EXERCISE BRIEF | Work out how many lines in these entries include the string "proportional", and give only that figure.

______

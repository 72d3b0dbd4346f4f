"""What-if changes to a scenario (`reagentplan.whatif`)."""

from __future__ import annotations

import datetime as dt

import numpy as np
import pytest

from helpers import START, minimal_sheets, write_workbook
from reagentplan.balance import balance_frame
from reagentplan.scenario import load_scenario
from reagentplan.whatif import apply_whatif, describe_whatif


@pytest.fixture
def scenario(tmp_path):
    sheets = minimal_sheets(days=14)
    # a truck supplier beside the rail one, and a second rail quarry
    sheets["suppliers"].append(["Pit T", "truck", 25, 20, 1, "Mon-Sat", 20, 150, None, None])
    sheets["suppliers"].append(["Quarry R", "rail", 800, 1, 5, "Tue,Thu", 14, 1800, None, None])
    return load_scenario(write_workbook(sheets, tmp_path / "w.xlsx"))


def test_no_change_gives_the_same_scenario(scenario):
    assert apply_whatif(scenario) is scenario


def test_load_factor_scales_generation_and_leaves_the_original(scenario):
    before = scenario.generation["mwh"].copy()
    changed = apply_whatif(scenario, load_factor=1.2)
    assert np.allclose(changed.generation["mwh"], before * 1.2)
    assert np.allclose(scenario.generation["mwh"], before)  # untouched
    # limestone is proportional to coal, hence to generation, with no chlorine and one
    # coal (the mass balance is linear in generation)
    a, b = balance_frame(scenario), balance_frame(changed)
    assert np.allclose(b["limestone_t"], 1.2 * a["limestone_t"])
    assert np.allclose(b["gypsum_wet_t"], 1.2 * a["gypsum_wet_t"])


def test_load_factor_is_clipped_at_capacity_times_24_hours(scenario):
    # 2,500 MWh/d x 2 = 5,000 > 200 MW x 24 h = 4,800 MWh
    changed = apply_whatif(scenario, load_factor=2.0)
    assert changed.generation["mwh"].max() == pytest.approx(4800.0)


def test_sulfur_scale_scales_each_source_and_the_reagent(scenario):
    changed = apply_whatif(scenario, sulfur_scale=1.5)
    for old, new in zip(scenario.coal_sources, changed.coal_sources):
        assert new.sulfur_pct == pytest.approx(1.5 * old.sulfur_pct)
        assert new.sulfur_sd_pct == pytest.approx(1.5 * old.sulfur_sd_pct)
    a, b = balance_frame(scenario), balance_frame(changed)
    # no chlorine in the test coal: limestone is all for SO2, proportional to sulfur
    assert np.allclose(b["limestone_t"], 1.5 * a["limestone_t"])
    assert np.allclose(b["so2_formed_t"], 1.5 * a["so2_formed_t"])


def test_removal_sets_the_scrubber(scenario):
    changed = apply_whatif(scenario, removal_pct=90.0)
    assert changed.scrubber.removal_pct == 90.0
    assert scenario.scrubber.removal_pct == 97.0
    a, b = balance_frame(scenario), balance_frame(changed)
    assert np.allclose(b["so2_removed_t"], a["so2_removed_t"] * 90 / 97)


def test_rail_outage_closes_every_rail_supplier_and_no_truck(scenario):
    first, last = START + dt.timedelta(days=3), START + dt.timedelta(days=8)
    changed = apply_whatif(scenario, rail_outage=(first, last))
    added = changed.lane_closures[len(scenario.lane_closures):]
    assert {(c.party, c.mode) for c in added} == {("Quarry Q", "rail"), ("Quarry R", "rail")}
    window = (changed.dates >= str(first)) & (changed.dates <= str(last))
    for lane in changed.suppliers:
        is_open = changed.lane_open(lane)
        if lane.mode == "rail":
            assert not is_open[window].any()
            assert (is_open[~window] == scenario.lane_open(lane)[~window]).all()
        else:
            assert (is_open == scenario.lane_open(lane)).all()


def test_rail_outage_accepts_iso_strings(scenario):
    changed = apply_whatif(scenario, rail_outage=("2030-03-05", "2030-03-06"))
    assert changed.lane_closures[-1].first_date == dt.date(2030, 3, 5)


@pytest.mark.parametrize("kwargs, words", [
    ({"load_factor": -0.1}, "load_factor"),
    ({"sulfur_scale": float("nan")}, "sulfur_scale"),
    ({"removal_pct": 101}, "removal_pct"),
    ({"rail_outage": ("2030-03-09", "2030-03-05")}, "before the first"),
    ({"rail_outage": ("soon", "2030-03-05")}, "not a date"),
])
def test_bad_changes_say_what_is_wrong(scenario, kwargs, words):
    with pytest.raises(ValueError, match=words):
        apply_whatif(scenario, **kwargs)


def test_describe_names_the_changes():
    assert describe_whatif() == "as the workbook says"
    text = describe_whatif(1.1, 0.9, 96.5, (dt.date(2030, 3, 5), "2030-03-09"))
    assert text == ("generation x1.10, coal sulfur x0.90, SO2 removal 96.5 %, "
                    "rail closed 2030-03-05 to 2030-03-09")


# --------------------------------------------------------------------------- removal range


def test_removal_range_sets_the_range_and_clips_the_setpoint(scenario):
    changed = apply_whatif(scenario, removal_range=(90.0, 95.0))
    assert changed.scrubber.removal_range == (90.0, 95.0)
    assert changed.scrubber.removal_pct == 95.0  # 97 clipped into the range
    assert scenario.scrubber.removal_range is None  # untouched
    # the plain balance runs at the setpoint
    assert (balance_frame(changed)["removal_pct"] == 95.0).all()


def test_removal_range_with_a_removal_inside_keeps_that_setpoint(scenario):
    changed = apply_whatif(scenario, removal_pct=96.0, removal_range=(95.0, 99.0))
    assert changed.scrubber.removal_pct == 96.0
    assert changed.scrubber.removal_range == (95.0, 99.0)


def test_a_range_of_one_value_is_that_fixed_removal(scenario):
    changed = apply_whatif(scenario, removal_range=(96.0, 96.0))
    fixed = apply_whatif(scenario, removal_pct=96.0)
    assert changed.scrubber.removal_pct == 96.0
    a, b = balance_frame(changed), balance_frame(fixed)
    assert a.equals(b)


@pytest.mark.parametrize("kwargs, words", [
    ({"removal_range": (99.0, 95.0)}, "the lowest first"),
    ({"removal_range": (-1.0, 95.0)}, "from 0 to 100"),
    ({"removal_range": (95.0,)}, "two numbers"),
    ({"removal_range": (95.0, 98.0), "removal_pct": 99.0}, "outside the removal range 95 to 98"),
    ({"allowance_price": -1.0}, "at least 0"),
])
def test_bad_levers_are_refused(scenario, kwargs, words):
    with pytest.raises(ValueError, match=words):
        apply_whatif(scenario, **kwargs)


def test_a_removal_outside_the_workbooks_range_is_refused(scenario):
    ranged = apply_whatif(scenario, removal_range=(95.0, 98.0))
    with pytest.raises(ValueError, match="outside the workbook's removal range 95 to 98"):
        apply_whatif(ranged, removal_pct=90.0)
    assert apply_whatif(ranged, removal_pct=96.0).scrubber.removal_range == (95.0, 98.0)


# --------------------------------------------------------------------------- allowance price


def test_allowance_price_without_a_sheet_makes_a_one_row_table(scenario):
    assert scenario.allowances is None
    changed = apply_whatif(scenario, allowance_price=350.0)
    a = changed.allowances
    assert len(a) == 1 and a["date"].iloc[0].date() == START
    assert a["holding_t"].iloc[0] == 0 and a["allocated_t"].iloc[0] == 0
    assert changed.allowance_opening_t == 0.0
    days = changed.allowance_days()
    assert (days["buy_price_per_t"] == 350).all() and (days["sell_price_per_t"] == 350).all()
    assert (days["allocated_t"] == 0).all() and days["max_trade_t_per_month"].isna().all()
    assert scenario.allowances is None  # untouched


def test_allowance_price_overrides_the_sheets_prices_only(tmp_path):
    from helpers import minimal_sheets

    sheets = minimal_sheets(days=14)
    sheets["allowances"] = [
        ["date", "holding_t", "allocated_t", "buy_price_per_t", "sell_price_per_t",
         "max_trade_t_per_month"],
        [START, 800, None, 400, 380, 50],
        [START + dt.timedelta(days=7), None, 120, 450, 420, None]]
    scn = load_scenario(write_workbook(sheets, tmp_path / "a.xlsx"))
    changed = apply_whatif(scn, allowance_price=300.0)
    days, before = changed.allowance_days(), scn.allowance_days()
    assert (days["buy_price_per_t"] == 300).all() and (days["sell_price_per_t"] == 300).all()
    assert days["allocated_t"].equals(before["allocated_t"])
    assert days["max_trade_t_per_month"].equals(before["max_trade_t_per_month"])
    assert changed.allowance_opening_t == scn.allowance_opening_t == 800.0
    assert list(scn.allowances["buy_price_per_t"]) == [400, 450]  # untouched


def test_describe_names_the_new_levers():
    text = describe_whatif(removal_range=(95, 99), allowance_price=420)
    assert text == "SO2 removal chosen from 95 to 99 %, SO2 allowances at 420 per t"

______

RESPONSE TO THE EXERCISE | 2